A religião como origem da filosofia

O caso de Sócrates



Segundo Santo Tomás, a piedade e a religião fazem parte da virtude da justiça. Por justiça se entende a virtude pela qual damos a cada um o que lhe é devido. Já a piedade nos leva a prestar o devido respeito aos pais, à pátria e sobretudo a Deus, que recebe por excelência o título de Pai nosso. Logo, a virtude da religião seria parte da piedade como a virtude que nos faz dar a Deus o que lhe é devido.[1]


Mas o que isso tem a ver com a origem do pensamento filosófico muitas vezes descrito como uma emancipação da razão do pensamento mítico e religioso? Para compreender, devemos olhar para a vida de Sócrates.


Sócrates nasceu ao redor de 470 a.C e morreu em 399 a.C, condenado à morte pelo crime de impiedade (não acreditar nos deuses do Estado, corrompendo a juventude). Ele não escreveu nada, mas sim seus discípulos dos quais Platão foi o de maior destaque. Por meio de seus seguidores, exerceu uma forte influência em toda a cultura ocidental, podendo ser considerado como a primeira pessoa na história a ter uma ideia clara do poder da argumentação lógica em favor da verdade.

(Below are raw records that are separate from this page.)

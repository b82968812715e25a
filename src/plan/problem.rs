//! The planning problem in the form the solvers use: the candidates (visible subjects
//! that are not kept and carry evidence; the rest are pruned), their costs, and for
//! each protected attribute the summed log-likelihood ratios each candidate adds, the
//! visible sums with every candidate shown, and the constraint. Feasibility is always
//! decided by the same combined, calibrated posterior the scan uses
//! ([`AttrModel::posterior_combined`], [`crate::combine`]). The sums are weighted (each
//! piece's source weight and its cause group's share with every candidate shown), so
//! the bounds and greedy's scores use logits `ln π(v) + sum(v)` (λ = 1 here). Where
//! pieces share a cause, hiding some of them changes the others' share: the state then
//! also carries each such group's visible count and plain sums, and the counts of
//! visible data and rule-of-thumb pieces, and the posterior is worked out from those.
//! The bounds ([`super::bound`]) widen each grouped piece's effect so that they hold
//! whatever the group's share becomes, and relax a level where the rules-of-thumb
//! ceiling can come into play; they are proven except under logistic calibration
//! ([`Problem::bounds_proven`]).

use std::collections::HashMap;

use super::request::{Error, PlanRequest};
use crate::combine::{ALONE, Footing, share};
use crate::evidence::{Evidence, Subject};
use crate::infer::{AttrModel, Exposure, Posterior};
use crate::priors::Calibration;

/// A cause group whose visible count can change when candidates are hidden.
#[derive(Debug, Clone)]
pub(crate) struct PGroup {
    /// Source weight of its pieces.
    pub weight: f64,
    /// Its share `f(n)/n` with every candidate shown (what the linear sums assume).
    pub start_share: f64,
    /// Where its `k` plain sums and then its visible count sit in a state (relative to
    /// the attribute's `extra_at`).
    pub at: usize,
    /// Its pieces visible with every candidate shown: (candidate, or [`KEPT`] for a
    /// subject that is not a candidate; index into `PAttr::pieces`).
    pub members: Vec<(u32, u32)>,
}

/// A group member whose subject is not a candidate (kept, or carrying no spread): it
/// stays visible in every plan.
pub(crate) const KEPT: u32 = u32::MAX;

/// One protected attribute, ready for the solvers.
#[derive(Debug, Clone)]
pub(crate) struct PAttr {
    /// Index into the exposure's attributes.
    pub attribute: usize,
    /// Number of values.
    pub k: usize,
    /// Offset of this attribute's sums in a state vector.
    pub offset: usize,
    /// λ: the logits are `log_base + λ·sum`.
    pub lambda: f64,
    pub log_base: Vec<f64>,
    pub model: AttrModel,
    /// The attribute's alert level (what reports show as its level).
    pub threshold: f64,
    /// Per value, its own level `τ_v` (the rarity-aware rule; `threshold` for every
    /// value without it).
    pub tau: Vec<f64>,
    /// Per value, `κ_v = ln((1−τ_v)/τ_v)`: value `v`'s probability is at most `τ_v`
    /// exactly when `LSE_{u≠v}(z_u − z_v) ≥ κ_v`.
    pub kappa: Vec<f64>,
    pub true_value: Option<usize>,
    /// Per candidate, its summed log-likelihood ratios for this attribute (`n × k`),
    /// each piece at its source weight and grouped pieces at their group's share with
    /// every candidate shown.
    pub w: Vec<f64>,
    /// The same from the candidate's pieces that stand alone (not in `groups`): what
    /// hiding it does to the sums whatever else is hidden (`n × k`).
    pub w_alone: Vec<f64>,
    /// Per candidate: whether it has evidence for this attribute.
    pub touches: Vec<bool>,
    /// Cause groups some candidate belongs to (empty: the sums are exact).
    pub groups: Vec<PGroup>,
    /// Per candidate, its pieces in those groups: (group, index into `pieces`).
    pub in_groups: Vec<Vec<(u32, u32)>>,
    /// The evidence pieces `in_groups` and the groups' `members` refer to.
    pub pieces: Vec<Evidence>,
    /// Per candidate, its visible pieces resting on data and on rules of thumb.
    pub footing: Vec<(u32, u32)>,
    /// Where this attribute's extra state starts: each group's sums and count, then
    /// the visible data and rule-of-thumb counts.
    pub extra_at: usize,
}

Na “Apologia de Sócrates”,[2] Platão descreve o julgamento de seu mestre e como ele se defendeu contra as acusações. Para provar sua piedade, Sócrates contou a história de como ele se tornou um filósofo: em certa ocasião, a Pitonisa do templo de Apolo, em Delfos, proclamou um Oráculo segundo o qual não havia ninguém mais sábio que Sócrates. Isso o deixou desconsertado, pois a única convicção que tinha era sua ignorância.

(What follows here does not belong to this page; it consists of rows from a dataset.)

def parse_source(section: Section) -> SourceConfig:
    """Read the ``source`` section.

    Raises
    ------
    InputError
        No or several of ``energy`` / ``kvp`` / ``spectrum_file``; energy outside the
        attenuation tables; kVp outside the tube model's range; negative filter thickness.
    """
    section.check_keys(["energy", "kvp", "anode_angle", "filtration", "energy_bin",
                        "spectrum_file", "focal_spot", "focal_spot_samples"])
    given = [k for k in ("energy", "kvp", "spectrum_file") if section.has(k)]
    if len(given) != 1:
        problem = "no source spectrum given" if not given else (
            "give only one of " + ", ".join(given))
        raise InputError(section.where, problem,
                         "exactly one of 'energy' (monochromatic), 'kvp' (tube) or 'spectrum_file'")
    spot = _pair(section, "focal_spot", (0.0, 0.0),
                 lambda v, w: parse_length(v, w, section.length_unit, nonnegative=True))
    samples = _pair(section, "focal_spot_samples", (1, 1),
                    lambda v, w: check_integer(v, w, minimum=1, maximum=64))
    common = dict(focal_spot_mm=spot, focal_spot_samples=samples)
    if given[0] == "energy":
        for key in ("anode_angle", "filtration", "energy_bin"):
            if section.has(key):
                raise section.error(key, f"'{key}' does not apply to a monochromatic source",
                                    "remove it, or give 'kvp' for a tube")
        energy = section.energy("energy")
        lo, hi = VALID_ENERGY_RANGE_KEV
        if not lo <= energy <= hi:
            raise section.error("energy", f"energy {energy:g} keV is outside the attenuation tables",
                                f"an energy from {lo:g} to {hi:g} keV")
        return SourceConfig("monochromatic", energy_kev=energy, **common)

    filtration = []
    for item, where in section.sequence("filtration", default=[]):
        sub = Section(item, where, section.length_unit)
        sub.check_keys(["material", "thickness"], required=["material", "thickness"])
        material = sub.string("material")
        _check_material(material, sub.at("material"))
        thickness = sub.length("thickness", nonnegative=True)
        filtration.append((material, thickness))
    if given[0] == "spectrum_file":
        for key in ("anode_angle", "energy_bin"):
            if section.has(key):
                raise section.error(key, f"'{key}' does not apply to a spectrum file",
                                    "remove it, or give 'kvp' for the tube model")
        return SourceConfig("file", spectrum_file=section.string("spectrum_file"),
                            filtration=tuple(filtration), **common)

    kvp = section.number("kvp")
    lo, hi = KVP_RANGE
    if not lo <= kvp <= hi:
        raise section.error("kvp", f"tube voltage {kvp:g} kV is outside the tube model's range",
                            f"a kVp from {lo:g} to {hi:g}")
    anode = section.angle("anode_angle", default=SourceConfig.anode_angle_rad)
    lo_deg, hi_deg = ANODE_ANGLE_RANGE_DEG
    if not lo_deg <= anode * 180.0 / math.pi <= hi_deg:
        raise section.error("anode_angle", f"anode angle {anode * 180.0 / math.pi:g} deg is "
                            "outside the tube model's range",
                            f"an angle from {lo_deg:g} to {hi_deg:g} deg, e.g. 12 deg")
    ebin = section.energy("energy_bin", default=1.0)
    lo_bin, hi_bin = ENERGY_BIN_RANGE_KEV
    if not lo_bin <= ebin <= hi_bin:
        raise section.error("energy_bin", f"energy bin {ebin:g} keV is outside the tube "
                            "model's range", f"a width from {lo_bin:g} to {hi_bin:g} keV")
    return SourceConfig("tube", kvp=kvp, anode_angle_rad=anode, filtration=tuple(filtration),
                        energy_bin_kev=ebin, **common)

Ao invés de descartar o Oráculo como uma fraude, assumiu que nenhum deus podia mentir e que, portanto, tinha dito a verdade. Era necessário decifrar o significado desse enigma, tentando encontrar alguém mais sábio. Com isso retornaria a Delfos para indagar sobre o sentido da frase.


Saiu em busca de pessoas tidas como sábias, perguntando-lhes sobre a justiça, o conhecimento, a virtude..., mas nunca encontrou alguém que realmente lhe desse a resposta para essas e muitas outras questões de modo que nunca voltou a Delfos.


De fato, não havia ninguém mais sábio que ele! Não porque sabia muito, mas porque reconhecia a necessidade de conhecer a verdade sobre as coisas e sua ignorância com respeito a elas. Estimulado pelo Oráculo de Apolo, ele desenvolveu seu método de questionamento e foi assim que sua piedade o transformou em um filósofo, pois a busca pela sabedoria — que se reconhece não ter — é o começo da filosofia.


De Sócrates podemos aprender duas grandes lições para nossa vida intelectual. A primeira diz respeito à nossa atitude perante o conhecimento e a verdade: o fato fazer perguntas. Quem reconhece sua ignorância e faz perguntas não pode ser nem um cético, nem um dogmático. Para o cético não é possível alcançar a verdade. Logo, não existiriam respostas e fazer perguntas seria algo sem sentido. Por outro lado, para o dogmático fazer perguntas é desnecessário, pois pensa que já possui todas as respostas. Quem faz perguntas, afirma a existência da verdade, mas reconhece que o conhecimento não é fácil nem intuitivo.


A partir disso temos a segunda lição: a formação intelectual exige o mapeamento de nossa ignorância diante das grandes questões que interpelam o ser humano: Deus, o mundo e o próprio ser humano.


Assim como Platão foi guiado pelas perguntas de Sócrates, da mesma maneira, em nossa vida intelectual, o filósofo não dará as respostas prontas, mas te guiará com as perguntas corretas.


***


REFERÊNCIAS:

[1] SANTO TOMÁS DE AQUINO. Suma Teológica, I-II, q. 64, a. 2; II-II, q. 81, a. 1-2.; q. 100, a. 1-3.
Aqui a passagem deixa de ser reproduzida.